One of the burglars was Vin Carter, following in his father's footsteps as a career criminal. We first encountered his Dad, Mack, as a mere bulge in a duvet, getting in one last conjugal encounter before departing for another spell inside, and interspersing his lovemaking with practical notes on upcoming council-tax payments and plumbing problems. Coitus was then interrupted by the arrival of DS Bain, such a frequent visitor to the Carter household that he knows where the coffee cups are kept and feels entitled to help himself to milk from the fridge. He's also on first-name terms with everyone else in the house, from Lindsay, Mack's exasperated wife, to Kacie the wannabe glamour model and Lianna, who spends most of her time at the local video shop planning a career as a film director.
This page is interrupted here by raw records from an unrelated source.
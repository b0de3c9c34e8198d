//! Bundles: a project's whole record in one portable file (JSON Lines, docs/bundle-format.md),
//! checked line by line without a ledger. Pure: lines in, checked values out.

pub mod check;
pub mod line;
pub mod stop;

pub use check::Checker;
pub use line::{Item, Line};
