//! Where an export stops: at a seal the user names (its entries and the registrations recorded
//! by its time), or at the chain's end.

use crate::ledger::SealedEntry;
use chrono::{DateTime, Utc};

/// The last seq a bundle holds, the time registrations are taken at (None: all), and the
/// seals it holds.
pub struct Stop {
    pub last: u64,
    pub until: Option<DateTime<Utc>>,
    pub seals: Vec<u64>,
}

impl Stop {
    /// Whether a row recorded at `t` was held when the export's seal was recorded.
    pub fn holds(&self, t: DateTime<Utc>) -> bool {
        self.until.is_none_or(|u| t <= u)
    }
}

/// The stop for `asked` among a project's seal entries `all`; the error says why the seq is
/// not a seal of project `code`.
pub fn stop_at(all: &[SealedEntry], asked: Option<u64>, code: &str) -> Result<Stop, String> {
    let (last, until) = match asked {
        None => (u64::MAX, None),
        Some(n) => {
            let seal = all.iter().find(|s| s.entry.seq == n).ok_or_else(|| {
                let seqs: Vec<String> = all.iter().map(|s| s.entry.seq.to_string()).collect();
                format!(
                    "is not the seq of a seal of project {code} (its seals: {})",
                    if seqs.is_empty() {
                        "none".to_string()
                    } else {
                        seqs.join(", ")
                    }
                )
            })?;
            (n, Some(seal.entry.recorded_at))
        }
    };
    let seals = all
        .iter()
        .map(|s| s.entry.seq)
        .filter(|&s| s <= last)
        .collect();
    Ok(Stop { last, until, seals })
}
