impl Line {
    /// The header this build writes.
    pub fn header(project: &str, seals: &[u64]) -> Line {
        Line::header_of(VERSION, project, seals)
    }

    fn header_of(version: u32, project: &str, seals: &[u64]) -> Line {
        Line::Header {
            format: FORMAT.into(),
            version,
            project: project.into(),
            seals: seals.to_vec(),
        }
    }

    pub fn reconciliation(r: &Recorded) -> Line {
        Line::Reconciliation {
            seq: r.seq,
            previous: r.previous.to_hex(),
            report_name: r.report_name.clone(),
            report_sha256: r.report_sha256.to_hex(),
            method: r.method.clone(),
            materiality: r.materiality.clone(),
            basis: r.basis.clone(),
            chain_size: r.chain_size,
            chain_head: r.chain_head.to_hex(),
            lines: r.lines.clone(),
            years: r.years.clone(),
            verdict: r.verdict.clone(),
            role: r.role.name().into(),
            by: r.by.clone(),
            recorded_by: r.recorded_by.clone(),
            recorded_at: time_text(r.recorded_at),
            row_hash: r.row_hash().to_hex(),
        }
    }

    pub fn project(p: &Project) -> Line {
        Line::Project {
            code: p.code.clone(),
            name: p.name.clone(),
            method: p.method.name().into(),
            operator: p.operator.clone(),
            permit_ref: p.permit_ref.clone(),
            permit_capacity_g: p.permit_capacity.map(Mass::grams),
            permit_annual_g: p.permit_annual.map(Mass::grams),
            registered_at: time_text(p.registered_at),
            row_hash: leaf_hash(&encode_project(p)).to_hex(),
        }
    }

    pub fn site(s: &Site) -> Line {
        Line::Site {
            code: s.code.clone(),
            kind: s.kind.name().into(),
            area: s.area.clone(),
            uncertainty: s.uncertainty.clone(),
            registered_at: time_text(s.registered_at),
            row_hash: leaf_hash(&encode_site(s)).to_hex(),
        }
    }

    pub fn setting(s: &Setting) -> Line {
        Line::Setting {
            seq: s.seq,
            name: s.name.name().into(),
            value: s.value.clone(),
            recorded_at: time_text(s.recorded_at),
            row_hash: leaf_hash(&encode_setting(s)).to_hex(),
            effective_from: s.effective.map(|d| d.to_string()),
            source: s.source.clone(),
        }
    }

    pub fn feedstock(f: &Feedstock) -> Line {
        Line::Feedstock {
            code: f.code.clone(),
            oxides: f.oxides.clone(),
            oxide_unit: f.oxide_unit.clone(),
            elements: f.elements.clone(),
            element_unit: f.element_unit.clone(),
            density: f.density.clone(),
            d80: f.d80.clone(),
            registered_at: time_text(f.registered_at),
            row_hash: leaf_hash(&encode_feedstock(f)).to_hex(),
        }
    }

    pub fn entry(s: &SealedEntry) -> Line {
        let e = &s.entry;
        Line::Entry {
            seq: e.seq,
            kind: e.kind.name().into(),
            site: e.site.clone(),
            period_from: e.period.from.to_string(),
            period_to: e.period.to.to_string(),
            reading: e.reading.0.clone(),
            grams: e.mass.grams(),
            sign: e.sign.name().into(),
            recorded_at: time_text(e.recorded_at),
            key: e.key.clone(),
            meter: e.meter.clone(),
            note: e.note.clone(),
            corrects: e.corrects,
            reason: e.reason.clone(),
            evidence_name: e.evidence.as_ref().map(|v| v.file_name.clone()),
            evidence_sha256: e.evidence.as_ref().map(|v| v.sha256.to_hex()),
            recorded_by: e.recorded_by.clone(),
            leaf_hash: s.leaf.to_hex(),
            chain_hash: s.chain.to_hex(),
        }
    }

    pub fn signature(s: &Statement) -> Line {
        let g = &s.signed;
        Line::Signature {
            seq: s.seq,
            seal_seq: g.seal_seq,
            period: g.period.clone(),
            tree_size: g.tree_size,
            root: g.root.to_hex(),
            role: g.role.name().into(),
            statement: g.statement.clone(),
            signed_at: time_text(g.signed_at),
            public_key: hex(&s.public_key),
            signature: hex(&s.signature),
            row_hash: leaf_hash(&encode_signature_row(s)).to_hex(),
        }
    }

    /// The line as written: compact JSON, fields in declaration order, then a newline.
    pub fn to_text(&self) -> String {
        let mut s = serde_json::to_string(self).expect("bundle lines serialize");
        s.push('\n');
        s
    }

    /// Reads one line (without its newline); refuses any spelling but the canonical one.
    pub fn parse(text: &str) -> Result<Line, String> {
        let line: Line =
            serde_json::from_str(text).map_err(|e| format!("not a bundle line: {e}"))?;
        if line.to_text().trim_end_matches('\n') != text {
            return Err("not in the bundle's canonical form (spacing, field order or number spelling differ)".into());
        }
        Ok(line)
    }
}

/// What a line holds, as ledger values checked against their stored hashes.
#[derive(Debug, Clone, PartialEq)]
pub enum Item {
    Header {
        version: u32,
        project: String,
        seals: Vec<u64>,
    },
    Project(Project),
    Site(Site),
    Setting(Setting),
    Feedstock(Feedstock),
    Import(Import),
    Evidence(EvidencePart),
    /// An entry as stored, its leaf hash checked against its content (the chain link is the
    /// reader's to check: it needs the entry before).
    Entry(SealedEntry),
    /// A statement whose row hash is its content's (its signature and the seal it names are the
    /// checker's to judge).
    Signature(Statement),
    /// A recorded reconciliation whose row hash is its content's (the run of records is the
    /// checker's to follow).
    Reconciliation(Recorded),
    Trailer(Trailer),
}

/// An imported file as a bundle names it (the ledger's own id for it stays in the ledger).
#[derive(Debug, Clone, PartialEq, Eq)]
pub struct Import {
    pub file_name: String,
    pub file_sha256: Hash,
    pub kind: String,
    pub row_count: i64,
    /// How the file was read (`--columns` as given, the density method), so it re-reads alike.
    pub columns_map: String,
    pub density: String,
    pub byte_count: i64,
    pub imported_at: DateTime<Utc>,
}

/// One part of the bytes of the import before it.
#[derive(Debug, Clone, PartialEq, Eq)]
pub struct EvidencePart {
    pub part: i64,
    pub bytes: Vec<u8>,
}

#[derive(Debug, Clone, PartialEq, Eq)]
pub struct Trailer {
    pub lines: u64,
    pub entries: u64,
    pub tree_size: u64,
    pub root: Hash,
    pub chain_head: Hash,
    pub sha256: Hash,
}

impl Import {
    pub fn to_line(&self) -> Line {
        Line::Import {
            file_name: self.file_name.clone(),
            file_sha256: self.file_sha256.to_hex(),
            kind: self.kind.clone(),
            row_count: self.row_count,
            columns_map: self.columns_map.clone(),
            density: self.density.clone(),
            byte_count: self.byte_count,
            imported_at: time_text(self.imported_at),
        }
    }
}

impl EvidencePart {
    pub fn to_line(&self) -> Line {
        let mut hex = String::with_capacity(self.bytes.len() * 2);
        for b in &self.bytes {
            hex.push(char::from(HEX[usize::from(b >> 4)]));
            hex.push(char::from(HEX[usize::from(b & 15)]));
        }
        Line::Evidence {
            part: self.part,
            bytes: hex,
        }
    }
}

const HEX: &[u8; 16] = b"0123456789abcdef";

/// Lowercase hex to bytes.
fn unhex(s: &str) -> Result<Vec<u8>, String> {
    let digit = |c: u8| HEX.iter().position(|&h| h == c).map(|d| d as u8);
    if !s.len().is_multiple_of(2) {
        return Err("bytes: an odd number of hex digits".into());
    }
    s.as_bytes()
        .chunks(2)
        .map(|p| match (digit(p[0]), digit(p[1])) {
            (Some(h), Some(l)) => Ok(h << 4 | l),
            _ => Err("bytes: not lowercase hex".to_string()),
        })
        .collect()
}

/// Lowercase hex of exactly N bytes.
fn fixed<const N: usize>(field: &str, s: &str) -> Result<[u8; N], String> {
    unhex(s)
        .map_err(|e| format!("{field}: {e}"))?
        .try_into()
        .map_err(|_| format!("{field}: not {N} bytes"))
}

impl Trailer {
    pub fn to_line(&self) -> Line {
        Line::Trailer {
            lines: self.lines,
            entries: self.entries,
            tree_size: self.tree_size,
            root: self.root.to_hex(),
            chain_head: self.chain_head.to_hex(),
            sha256: self.sha256.to_hex(),
        }
    }
}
Completing the family is Vin's sensible twin brother, Taylor (also played by Matthew McNulty), who is just about to graduate as a lawyer, and Grandpa Carter, who burned down his own house so that he could get some company.

All of them are up to something, even the upright Taylor, who got his job through a minority-advancement programme after pretending to be a Muslim, a deception shored up by the occasional appearance of his sister in a burqa. But it's all studiously naughty: "This family does what it needs to to get by... that does not include dealing drugs," said Lindsay furiously when she discovered that Vin had been on the trail of some Triad heroin (firmly the wrong side of the evil/naughty divide). It's a line that asks for your sympathy rather than your condemnation, but conveniently brushes aside the fact that quite a few of her neighbours were finding it harder to get by because Vin kept nicking their electrical equipment. Anyway, for reasons that aren't entirely clear – but that probably have something to do with opening up some clear blue water between this and Shameless – Lindsay decided that the whole family were going to have to go straight. James Griffin and Jack Williams's script has its sprightly moments, mostly when it drops below the waist, but the busyness of the opening episode and its slightly frantic over-supply of potential plot developments and character eccentricity mean that it doesn't feel solidly confident yet.

In How Pop Songs Work, Charles Hazlewood took the back off a number of pop hits and poked around in their inner workings to see what made them tick. As a musical illiterate, I love this kind of thing: someone sitting at a piano and telling you exactly why it is that your heart gives a little lurch when some pop classic shifts from B minor to D major ("Knowing Me, Knowing You", if you're curious, and an explanation of how an incredibly depressing lyric still manages a faint air of uplift on the chorus). What musical literates would make of it, I'm not sure, since it demands a very easygoing eclecticism, in which a Girls Aloud track might be called in to illustrate lyrical excellence.

If you're hoping to write a pop hit yourself and are looking for tips, the best they offered was to keep it short and keep it memorable, which may strike you not so much as a tip as a statement of the obvious. Hazelwood also celebrated several hit songs that completely ignored the rules and did their own thing, which reduced the make-your-own-at-home utility even further. But it was still a pleasure to watch him doing the dissection – the Gunther von Hagens of the song you can't stop singing.